What's amazing is that I can tell the CPU to execute the bytes above, and it acts like a function that returns 0x104--the CPU is just table-driven hardware! For example, the byte "0xc3" tells an x86 CPU to return from the current function. The byte "0xb0" is followed by a one-byte parameter to load up for return. So this code actually works!
(Don't worry about the hideous C++ syntax for function pointer stuff.)

const char commands[]={
	0xb0,73, /* load a value to return */
	0xc3 /* return from the current function */
};
int foo(void) {
	typedef int (*fnptr)(void); // pointer to a function returning an int
	fnptr f=(fnptr)commands; // typecast the command array to a function
	return f(); // call the new function!
}

(Try this in NetRun now!)

Terminology & Disassembly

These raw byte commands that the CPU executes are called "machine code". "assembly language" is just a human-readable translation of machine code. An "assembler", like NASM, reads assembly language and writes executable machine code. A "disassembler", like PE Explorer or IDA Pro (for Windows), or objdump (for Linux or Mac OS X), reads an executable and writes assembly language (in NetRun, hit "Disassemble" checkbox under "Options").

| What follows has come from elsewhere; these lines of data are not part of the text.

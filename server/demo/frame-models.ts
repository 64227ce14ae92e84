import { writeMatrixMarket } from '@sandbox/matrix-market/write.ts';
import {
  assembleFrameStiffness,
  type FrameMember,
  type FrameModel,
  type FrameNode,
  type FrameSection,
} from './frame-stiffness.ts';

/**
 * The invented frames behind the demo team's uploaded stiffness matrices: the steel frames of a
 * fictional footbridge's access tower, in metres, pascals and m⁴. The sections are plausible
 * round numbers, not those of any catalogue.
 */
const steel = 210e9;
const column: FrameSection = { e: steel, area: 7.8e-3, inertia: 1.1e-4 };
const beam: FrameSection = { e: steel, area: 6.3e-3, inertia: 1.6e-4 };
const brace: FrameSection = { e: steel, area: 2.4e-3, inertia: 2.0e-6 };

/**
 * A regular frame of `bays` bays and `storeys` storeys: columns on every grid line, a beam on
 * every floor, base nodes fixed (or pinned), and optionally both diagonals in the bays listed.
 */
function gridFrame(options: {
  bayWidths: readonly number[];
  storeyHeights: readonly number[];
  base: 'fixed' | 'pinned';
  bracedBays?: readonly number[];
}): FrameModel {
  const xs = [0];
  for (const w of options.bayWidths) xs.push(xs[xs.length - 1]! + w);
  const ys = [0];
  for (const h of options.storeyHeights) ys.push(ys[ys.length - 1]! + h);
  const nodes: FrameNode[] = [];
  const at = (level: number, line: number) => level * xs.length + line;
  ys.forEach((y, level) =>
    xs.forEach((x) => nodes.push({ x, y, support: level === 0 ? options.base : 'free' })),
  );
  const members: FrameMember[] = [];
  for (let level = 1; level < ys.length; level++) {
    for (let line = 0; line < xs.length; line++) {
      members.push({ from: at(level - 1, line), to: at(level, line), section: column });
    }
    for (let bay = 0; bay < options.bayWidths.length; bay++) {
      members.push({ from: at(level, bay), to: at(level, bay + 1), section: beam });
      if (options.bracedBays?.includes(bay)) {
        members.push({ from: at(level - 1, bay), to: at(level, bay + 1), section: brace });
        members.push({ from: at(level - 1, bay + 1), to: at(level, bay), section: brace });
      }
    }
  }
  return { nodes, members };
}

export interface StiffnessModel {
  fileName: string;
  title: string;
  model: FrameModel;
}

/** The three frames, smallest first. */
export const stiffnessModels: readonly StiffnessModel[] = [
  {
    fileName: 'tower-portal.mtx',
    title: 'Access tower, single portal at the landing: 1 bay × 1 storey, fixed bases',
    model: gridFrame({ bayWidths: [6], storeyHeights: [4], base: 'fixed' }),
  },
  {
    fileName: 'tower-frame-2x3.mtx',
    title: 'Access tower, unbraced frame: 2 bays × 3 storeys, fixed bases',
    model: gridFrame({ bayWidths: [5, 5], storeyHeights: [4, 3.5, 3.5], base: 'fixed' }),
  },
  {
    fileName: 'tower-braced-3x4.mtx',
    title: 'Access tower, braced frame: 3 bays × 4 storeys, X-braced middle bay, pinned bases',
    model: gridFrame({
      bayWidths: [4.5, 3, 4.5],
      storeyHeights: [4, 3.5, 3.5, 3.5],
      base: 'pinned',
      bracedBays: [1],
    }),
  },
];

/** A stiffness model assembled and written as a symmetric Matrix Market file. */
export function stiffnessFile(entry: StiffnessModel): { fileName: string; text: string } {
  const { k, n } = assembleFrameStiffness(entry.model);
  const comment = [
    entry.title,
    'Invented demo data: global stiffness of a plane steel frame (N/m, N, N·m), supported',
    'degrees of freedom removed; symmetric positive definite.',
  ].join('\n');
  return {
    fileName: entry.fileName,
    text: writeMatrixMarket(k, n, n, { symmetry: 'symmetric', comment }),
  };
}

If you just want to look at the machine code inside a function, you can just do some pointer typecasting and start printing bytes of machine code:

int bar(void) { /* some random function: we look at bar's machine code below! */
	return 17;
}

int foo(void) {
	const unsigned char *data=(unsigned char *)(&bar);
	for (int i=0;i<10;i++) /* print out the bytes of the bar function */
		std::cout<<"0x"<<std::hex<<(int)data[i]<<"\n";
	return 0;
}

(Try this in NetRun now!)

This prints out the same bytes inside bar that you see in the "Disassembler" tab. Which instructions is the compiler using?